Viola Amherd a surpris le petit monde politico-médiatique suisse en annonçant sa démission du Conseil fédéral après six ans d’activité pour la prochaine session parlementaire. Immédiatement et avec engouement, les journalistes et les expert-e-s ont commencé à inventorier les multiples prétendants «naturels» et «attendus» pour remplacer Viola Amherd et accéder à la fonction suprême de la politique suisse.
Tous les favoris, sans exception, ont décliné. Les outsiders avaient dès lors une opportunité en or à saisir. Mais, à nouveau, les un-e-s après les autres, ces challengers ont déclaré ne pas vouloir candidater. Le Centre s’est donc retrouvé démuni face aux refus successifs de ses têtes d’affiche…
Sacrifier sa vie privée pour un poste, non merci!
Au-delà de la crise potentielle au sein de l’ex-PDC, il est primordial de souligner les raisons de ces multiples refus. La vie privée et familiale a à chaque fois été mise en avant pour expliquer ces renoncements. Même si la fonction est attrayante, qu’elle offre du pouvoir, du prestige, ces favoris, désignés par leurs pairs et les médias, ont assumé de vouloir privilégier le (peu) de temps à leur disposition avec leurs enfants, leur famille et leurs ami-e-s plutôt que de se consacrer corps et âme à la fonction de Conseiller ou Conseillère fédéral-e.
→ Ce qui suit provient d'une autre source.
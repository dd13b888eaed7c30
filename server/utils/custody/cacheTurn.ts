import type { InStatement } from '@libsql/client'
import type { Guard } from './posting'

// Two processes on one database: what one has read of the caches the other may have made anew since. Each line of the
// log has a number by which that is seen; rows that are made anew without a line have this.

/** How often rows of the caches were made anew other than by recording, as the database knows it; null for never. */
export const CACHE_TURN = '(SELECT value FROM meta WHERE key = \'cache-turn\')'

/** Goes into every commit that makes rows of the caches anew without a new line in the log. */
export const NEXT_CACHE_TURN: InStatement = `INSERT INTO meta (key, value) VALUES ('cache-turn', '1')
  ON CONFLICT (key) DO UPDATE SET value = CAST(CAST(value AS INTEGER) + 1 AS TEXT)`

/** The condition that nobody has made rows anew since they were read. */
export function sinceTurn(turn: string | null): Guard {
  return { sql: `${CACHE_TURN} IS ?`, args: [turn] }
}
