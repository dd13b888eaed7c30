import type { CustodyLogAnswer, FoldInput } from '../../../utils/contract/custody'
import { foldAsItStood, knownBy, type Past } from '../../../utils/custody/asItStood'
import { asRecorded } from '../../../utils/custody/asRecorded'
import { applyCorrections } from '../../../utils/custody/corrections'
import type { LogLine, Named } from '../../../utils/custody/cylinderView'
import type { AnyRecordedEvent } from '../../../utils/custody/event'
import { lateChange } from '../../../utils/custody/findings/record'
import { fold, type FoldContext, type FoldStep } from '../../../utils/custody/fold'
import { otherCylinderOf } from '../../../utils/custody/half'
import { laterLines } from '../../../utils/custody/laterLines'
import type { Database } from '../database/database'
import { listNames } from '../cylinder-lists/openLists'
import { directory, namesOf } from '../directory/directory'
import { foreignCursor } from '../http/cursor'
import { foldContext } from './foldContext'
import { logRow, recordedEvent, SELECT_LOG } from './logRow'
import { notYetThere } from './pastCylinder'
import { saidByOthers } from './saidByOthers'

/** A cylinder's recorded events, in the order of recording. */
export async function recordedEvents(db: Database, cylinderId: string): Promise<AnyRecordedEvent[]> {
  const result = await db.readClient.execute({ sql: `${SELECT_LOG} WHERE cylinder_id = ? ORDER BY version`, args: [cylinderId] })
  return result.rows.map(row => recordedEvent(logRow(row)))
}

/**
 * A cylinder's custody log for people: in order of effect, newest first, each line numbered by recording; of a past
 * instant the lines that had happened, or were known, by then.
 *
 * @param how `recorded` counts a correction from its own line on; else it counts in the place of what it mends.
 *
 * Errors: 400 for a cursor that is none of ours; 404 where nothing had happened by then.
 */
export async function custodyLog(db: Database, cylinderId: string, page: { limit: number, cursor?: string }, past: Past | null = null, how: 'recorded' | 'stands' = 'stands'): Promise<CustodyLogAnswer> {
  const [recorded, from] = await Promise.all([recordedEvents(db, cylinderId), directory(db)])
  const events = knownBy(recorded, past?.knownAt ?? null)
  const folded = past === null ? fold(events, foldContext(from)) : foldAsItStood(events, foldContext(from), past)
  if (folded === null) throw notYetThere()
  const { state } = folded
  const shown = new Set(folded.steps.map(({ eventId }) => eventId))
  const steps = how === 'recorded' ? withCorrections(asRecorded(events.filter(({ id }) => shown.has(id)), foldContext(from)), folded.steps) : folded.steps
  const standing = new Map(applyCorrections(events).flatMap(({ event, correction, isOut }): [string, Record<string, unknown>][] => correction && !isOut ? [[event.id, event.details as Record<string, unknown>]] : []))
  const byId = new Map(events.map(event => [event.id, event]))
  const names = namesOf(from)
  const lines = steps.flatMap((step): LogLine[] => {
    const event = byId.get(step.eventId)
    if (!event) return []
    return [{
      id: event.id,
      seq: event.seq,
      version: event.version,
      kind: event.kind,
      occurredAt: instantWithOffset(event.occurredAt, event.occurredOffsetMinutes),
      effectiveAt: new Date(event.effectiveAt).toISOString(),
      recordedAt: new Date(event.recordedAt).toISOString(),
      clockSkewSeconds: event.clockSkewSeconds,
      author: names.person(event.actorId),
      postedBy: names.person(event.postedBy),
      supervisor: event.supervisorId ? names.person(event.supervisorId) : null,
      place: event.placeId ? names.place(event.placeId) : null,
      note: event.note,
      practice: event.practice,
      confirmed: event.confirmed,
      details: event.details,
      ...standing.has(event.id) && { instead: standing.get(event.id) },
      names: { ...namesInside(event.details as Record<string, unknown>, names), ...namesInside(standing.get(event.id) ?? {}, names) },
      otherCylinder: null,
      netBeforeGrams: step.before.netGrams,
      netAfterGrams: step.after.netGrams,
      findings: step.findings,
      correction: step.correction,
      signature: step.signature,
    }]
  }).reverse()
  const start = page.cursor === undefined ? 0 : lines.findIndex(line => line.id === page.cursor) + 1
  if (page.cursor !== undefined && start === 0) throw foreignCursor()
  const items = withChanges(await withLists(db, await withOtherCylinders(db, lines.slice(start, start + page.limit))), events, foldContext(from), shown)
  return {
    items,
    nextCursor: start + page.limit < lines.length ? items.at(-1)?.id ?? null : null,
    total: lines.length,
    cylinder: { id: cylinderId, labelCode: state.labelCode, serial: state.stamp?.serial ?? null, version: state.version },
  }
}

/** Which line mends which is said in either view. */
function withCorrections(steps: readonly FoldStep[], now: readonly FoldStep[]): FoldStep[] {
  const of = new Map(now.map(step => [step.eventId, step]))
  return steps.map(step => ({ ...step, correction: of.get(step.eventId)?.correction ?? null, signature: of.get(step.eventId)?.signature ?? null }))
}

/** The lines, those that came late or mend another with what they changed in lines recorded before them that are shown. */
function withChanges(lines: LogLine[], events: readonly AnyRecordedEvent[], context: FoldContext, shown: ReadonlySet<string>): LogLine[] {
  const changed = laterLines(events, context, new Set(lines.map(({ id }) => id)))
  return lines.map((line) => {
    const changes = changed.get(line.id)?.filter(({ eventId }) => shown.has(eventId)) ?? []
    if (changes.length === 0) return line
    const isLate = line.kind !== 'corrected' && line.kind !== 'countersigned'
    return { ...line, changes, findings: isLate ? [...line.findings, lateChange(changes.length)] : line.findings }
  })
}

/** The lines, each with how the other cylinder is known where it has one. */
async function withOtherCylinders(db: Database, lines: LogLine[]): Promise<LogLine[]> {
  const otherIds = lines.map(line => otherCylinderOf(line.kind, line.details))
  const ids = [...new Set(otherIds.filter(id => id !== null))]
  if (ids.length === 0) return lines
  const { rows } = await db.readClient.execute({ sql: `SELECT id, label_code, serial FROM cylinders WHERE id IN (${ids.map(() => '?').join(', ')})`, args: ids })
  const known = new Map(rows.map(row => [row[0] as string, { id: row[0] as string, labelCode: row[1] as string | null, serial: row[2] as string | null }]))
  return lines.map((line, index) => ({ ...line, otherCylinder: known.get(otherIds[index] ?? '') ?? null }))
}

/** What a browser needs to judge a draft event by the same rules as the server. */
export async function foldInput(db: Database, cylinderId: string): Promise<FoldInput> {
  const [events, said] = await Promise.all([recordedEvents(db, cylinderId), saidByOthers(db, [cylinderId])])
  const { codesOnTwo, otherHalves } = said(cylinderId)
  return { events, codesOnTwo: [...codesOnTwo], otherHalves: [...otherHalves] }
}

/** The instant in the offset in which its author wrote it. */
function instantWithOffset(ms: number, offsetMinutes: number): string {
  const sign = offsetMinutes < 0 ? '-' : '+'
  const size = Math.abs(offsetMinutes)
  const offset = offsetMinutes === 0 ? 'Z' : `${sign}${String(Math.floor(size / 60)).padStart(2, '0')}:${String(size % 60).padStart(2, '0')}`
  return new Date(ms + offsetMinutes * 60_000).toISOString().replace('Z', offset)
}

/** Lines that also name the shipments and test lots of their details. */
async function withLists(db: Database, lines: LogLine[]): Promise<LogLine[]> {
  const idsOf = ({ details, instead }: LogLine) => [details, instead].flatMap((said) => {
    const { shipmentId, lotId } = Object(said) as { shipmentId?: string, lotId?: string }
    return [shipmentId, lotId].filter(id => id !== undefined)
  })
  const ids = lines.flatMap(idsOf)
  if (ids.length === 0) return lines
  const names = await listNames(db, ids)
  return lines.map(line => ({ ...line, names: { ...line.names, ...Object.fromEntries(idsOf(line).flatMap(id => names.has(id) ? [[id, names.get(id)!]] : [])) } }))
}

/** Names of the places, people and firms that an event's details name. */
function namesInside(details: Record<string, unknown>, names: ReturnType<typeof namesOf>): Record<string, string> {
  const readers: [RegExp, (id: string) => Named][] = [
    [/^placeId$|PlaceId$/, names.place], [/HolderId$/, names.person], [/(FirmId|[oO]wnerId|OfRefrigerantId|requalifierId)$/, names.firm],
  ]
  return Object.fromEntries(Object.entries(details).flatMap(([key, value]) => {
    const reader = readers.find(([pattern]) => pattern.test(key))
    return reader && typeof value === 'string' ? [[value, reader[1](value).name]] : []
  }))
}
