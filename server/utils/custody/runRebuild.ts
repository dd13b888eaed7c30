import { openDatabase } from '../database/database'
import { holdDatabaseFile } from '../database/singleServer'
import { rebuildCaches } from './rebuild'

/** `npm run rebuild`: with the server stopped, makes the caches again and says what it did. */
export async function runRebuild(url: string, migrations: string): Promise<void> {
  const db = await openDatabase(url, process.env.DATABASE_AUTH_TOKEN)
  if (db.file) await holdDatabaseFile(db.file)
  await db.migrate(migrations)
  const done = await rebuildCaches(db, Date.now())
  console.log(`Rebuilt ${done.cylinders} cylinders from ${done.events} events.`)
  db.close()
}
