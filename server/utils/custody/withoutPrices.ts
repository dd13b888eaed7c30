import { can } from '../../../utils/access/permissions'
import type { Access } from '../../../utils/access/roles'

const PRICES: ReadonlySet<string> = new Set(['price', 'pricePer'])
/** What says a price, and what may put another in its place. */
const SAYS_PRICES: ReadonlySet<string> = new Set(['reclaimed', 'corrected'])

/** Entries of the log as a person may read them: without what a reclaimer paid, where that is not theirs to know. */
export function withoutPrices<T extends { kind: string }>(entries: readonly T[], access: Access): T[] {
  if (can(access, 'terms:read')) return [...entries]
  return entries.map(entry => SAYS_PRICES.has(entry.kind) ? bare(entry) : entry)
}

function bare<T>(entry: T): T {
  return JSON.parse(JSON.stringify(entry, (key, value: unknown) => PRICES.has(key) ? undefined : value)) as T
}
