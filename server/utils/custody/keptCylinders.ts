import type { InStatement, Row } from '@libsql/client'
import { getTableColumns } from 'drizzle-orm'
import { cylinders } from '../../../drizzle/schema'
import type { CylinderState } from '../../../utils/custody/state'
import type { Columns } from './cacheChanges'
import type { ChainHead } from './sealedRow'

/** What is kept of a cylinder beside the log, and how far its log goes. */
export interface KeptCylinder {
  /** The last line of its log; version 0 where there is none. */
  head: ChainHead
  /** Its row without the state; null where there is none. */
  row: Columns | null
  /** The state that its whole log has made; null where none is kept. */
  state: CylinderState | null
  /** Whether its log and another cylinder's say something of each other. */
  isSaidOf: boolean
}

const COLUMNS = Object.values(getTableColumns(cylinders)).map(({ name }) => name).filter(name => name !== 'state')

// Few values to a row: the driver takes several times as long over a value to each column.
const KEPT = `SELECT asked.value,
    (SELECT json_array(e.version, e.hash) FROM custody_events e WHERE e.cylinder_id = asked.value ORDER BY e.version DESC LIMIT 1),
    json_object(${COLUMNS.map(name => `'${name}', c.${name}`).join(', ')}), c.state,
    EXISTS (SELECT 1 FROM halves WHERE cylinder_id = asked.value) OR EXISTS (SELECT 1 FROM halves WHERE other_id = asked.value)
      OR EXISTS (SELECT 1 FROM label_claims mine JOIN label_claims other ON other.code = mine.code AND other.cylinder_id <> mine.cylinder_id
        WHERE mine.cylinder_id = asked.value)
  FROM json_each(?) asked LEFT JOIN cylinders c ON c.id = asked.value`

/** Asks for what is kept of cylinders. */
export function keptCylinders(ids: readonly string[]): InStatement {
  return { sql: KEPT, args: [JSON.stringify(ids)] }
}

/** The answer of {@link keptCylinders}, by cylinder. */
export function keptFrom(rows: readonly Row[]): Map<string, KeptCylinder> {
  return new Map(rows.map((row) => {
    const [version, hash] = row[1] === null ? [0, ''] : JSON.parse(row[1] as string) as [number, string]
    return [row[0] as string, {
      head: { version, hash },
      row: row[3] === null ? null : JSON.parse(row[2] as string) as Columns,
      state: stateAt(version, row[3] as string | null),
      isSaidOf: row[4] === 1,
    }]
  }))
}

// A row that is behind the log, or ahead of it, is no longer what the log has made.
function stateAt(version: number, text: string | null): CylinderState | null {
  const state = text === null ? null : JSON.parse(text) as CylinderState
  return state?.version === version && version > 0 ? state : null
}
Ce qui est également à relever, c’est que ni les politiques ni les journalistes n’ont virulemment critiqué cette posture. Que des élu-e-s du parti conservateur historique de Suisse tiennent ce genre de discours et que ce dernier passe comme une lettre à la poste, cela dénote un changement de paradigme important de la manière avec laquelle l’accès au Conseil fédéral est appréhendé. Désormais, il est communément admis de ne pas vouloir tout sacrifier pour une fonction et ce même au plus haut niveau de la politique suisse!
Saisir l’opportunité pour réformer nos institutions
Ce cas de figure inédit est amené à se reproduire. Il est déjà en outre possible de le constater à d’autres échelons de la politique ainsi que dans le privé. Les fonctions de direction, autrefois vues comme prestigieuses, peinent à convaincre des profils de plus en plus exigeants, notamment sur les questions de conciliation vie privée et vie professionnelle.
Cette succession de Viola Amherd nous offre l’occasion de réfléchir aux solutions pour mieux faire correspondre les fonctions d’exécutif politique et les aspirations d’une (nouvelle) génération qui n’est plus prête à sacrifier sa vie privée, quelques loisirs et la possibilité de voir grandir ses enfants pour une fonction dirigeante.
Si rien n’est fait, fort est à parier que cette crise des vocations s’intensifiera. Autant dire que cela éloignera encore plus les exécutifs et en particulier le Conseil fédéral des attentes et des besoins de la population et renforcera l’idée d’une fonction où le travail engloutit tout le reste. Un vrai cercle vicieux…
Un Conseil fédéral à 9 ou plus
Soyons ambitieux et osons réformer notre Conseil fédéral! Faisons évoluer cette formule magique en proposant, par exemple, d’augmenter le nombre de Conseillers et Conseillères fédérales. En passant à 9 ou plus, le Conseil fédéral pourrait diluer son cahier des charges sur plus de personnes et ainsi réduire le poids que la fonction représente. Ceci améliorerait l’attractivité du poste en permettant de consacrer une part non-négligeable de son temps à ses proches.
Cette option aurait également l’avantage d’ouvrir l’accès de notre exécutif fédéral à plus de partis et à plus de profils. Cela lui permettrait d’être plus représentatif de l’immense variété de la population suisse. On pourrait également imaginer des quotas pour garantir des sièges aux minorités, qu’elles soient de genre, linguistiques ou cantonales. On pourrait même requestionner les modalités d’élections…
Ces propositions sont à leurs prémices. Elles ne sont certainement pas toutes pertinentes, ni propre à résoudre en deux coups de cuillère à pot toute la complexité de la tâche qui s’annonce, mais il est essentiel de réformer nos institutions afin que la vitalité de notre chère démocratie suisse puisse perdurer.